____ Given data
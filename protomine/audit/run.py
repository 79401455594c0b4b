"""Run an audit: library + store + held-out truth CSV -> report folder.  The CLI and the demo call this."""
from __future__ import annotations

from pathlib import Path
from typing import Callable

import numpy as np

from ..errors import InputError
from ..ingest.sharded import open_store
from ..mine.gallery import render_gallery
from ..mine.library import read_library
from ..progress import bar
from ..provenance import file_fingerprint, provenance, record_outputs
from .metrics import symmetry_to_period_deg
from .report import Assignments, build_audit, write_report
from .truth import object_table, read_truth


def resolve_store_path(library: Path, recorded: str, given: Path | None) -> Path:
    """``given`` if set; else the library's recorded store path (relative paths tried beside the library)."""
    if given is not None:
        if not Path(given).is_file():
            raise InputError(given, None, "object store not found")
        return Path(given)
    if not recorded:
        raise InputError(library, "store_path", "library records no object store; pass --store")
    p = Path(recorded)
    for cand in (p, library.parent / p):
        if cand.is_file():
            return cand
    raise InputError(library, "store_path", f"recorded object store {recorded!r} not found; pass --store")


def run_audit(library: str | Path, truth: str | Path, out: str | Path, cfg: dict, *, store: str | Path | None = None,
              seed: int = 0, progress: Callable[[str], None] | None = None) -> dict:
    """Audit the library's clusters against the truth CSV; writes report.json, report.html and PNGs into ``out``."""
    library, truth, out = Path(library), Path(truth), Path(out)
    say = progress or (lambda msg: None)
    lib = read_library(library)
    rows = read_truth(truth)
    st = open_store(resolve_store_path(library, lib.store_path, Path(store) if store else None))
    say(f"{len(rows)} truth rows, {len(lib.members['object'])} library members, {len(st)} stored objects")
    m = lib.members
    assignments = Assignments(np.asarray(m["object"], dtype=str), m["cluster"], m["yaw_deg"], m["scale"],
                              m["distance"], m["score"])
    objects = object_table(st)
    periods = {k: symmetry_to_period_deg(int(s)) for k, s in enumerate(lib.prototypes["symmetry"])}
    prov = provenance(cfg, seed, {"library": file_fingerprint(library), "truth": file_fingerprint(truth),
                                  "store": st.fingerprint()}, command="audit")
    with bar(progress, "audit", total=2, unit="steps") as b:     # numbers (bootstrap), then pictures
        doc = build_audit(assignments, rows, objects, symmetry_period_deg=periods, names=lib.names, cfg=cfg,
                          rng=np.random.default_rng(seed), truth_path=truth, provenance=prov)
        b.advance()
        out.mkdir(parents=True, exist_ok=True)
        gallery = render_gallery(out / "gallery.png", lib.prototypes["volumes"], counts=lib.prototypes["count"],
                                 symmetry=lib.prototypes["symmetry"],
                                 names=[lib.display_name(k) for k in range(lib.n_clusters)])
        record_outputs(list(write_report(out, doc, gallery_png=gallery, crops=st.crops).values()), prov)
        b.advance()
    return doc


def summary_line(doc: dict, out: Path) -> str:
    s, n = doc["scores"], doc["counts"]
    if not s:
        return (f"no labelled object was assigned to a cluster ({n['unmatched_truth_rows']} truth rows unmatched); "
                f"report {out / 'report.html'}")
    iv = doc["intervals"]
    return (f"{n['labelled']} labelled objects in {n['clusters']} clusters: purity {s['purity']:.3f} "
            f"[{iv['purity'][0]:.3f}, {iv['purity'][1]:.3f}], NMI {s['nmi']:.3f}, "
            f"accuracy {s['hungarian_accuracy']:.3f}; {n['unmatched_truth_rows']} truth rows unmatched, "
            f"{n['unlabelled_objects']} objects unlabelled; report {out / 'report.html'}")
________
Try it
Pull every line containing "return" out of the data above.

Solution to this exercise
        return Path(given)
            return cand
    return doc
        return (f"no labelled object was assigned to a cluster ({n['unmatched_truth_rows']} truth rows unmatched); "
    return (f"{n['labelled']} labelled objects in {n['clusters']} clusters: purity {s['purity']:.3f} "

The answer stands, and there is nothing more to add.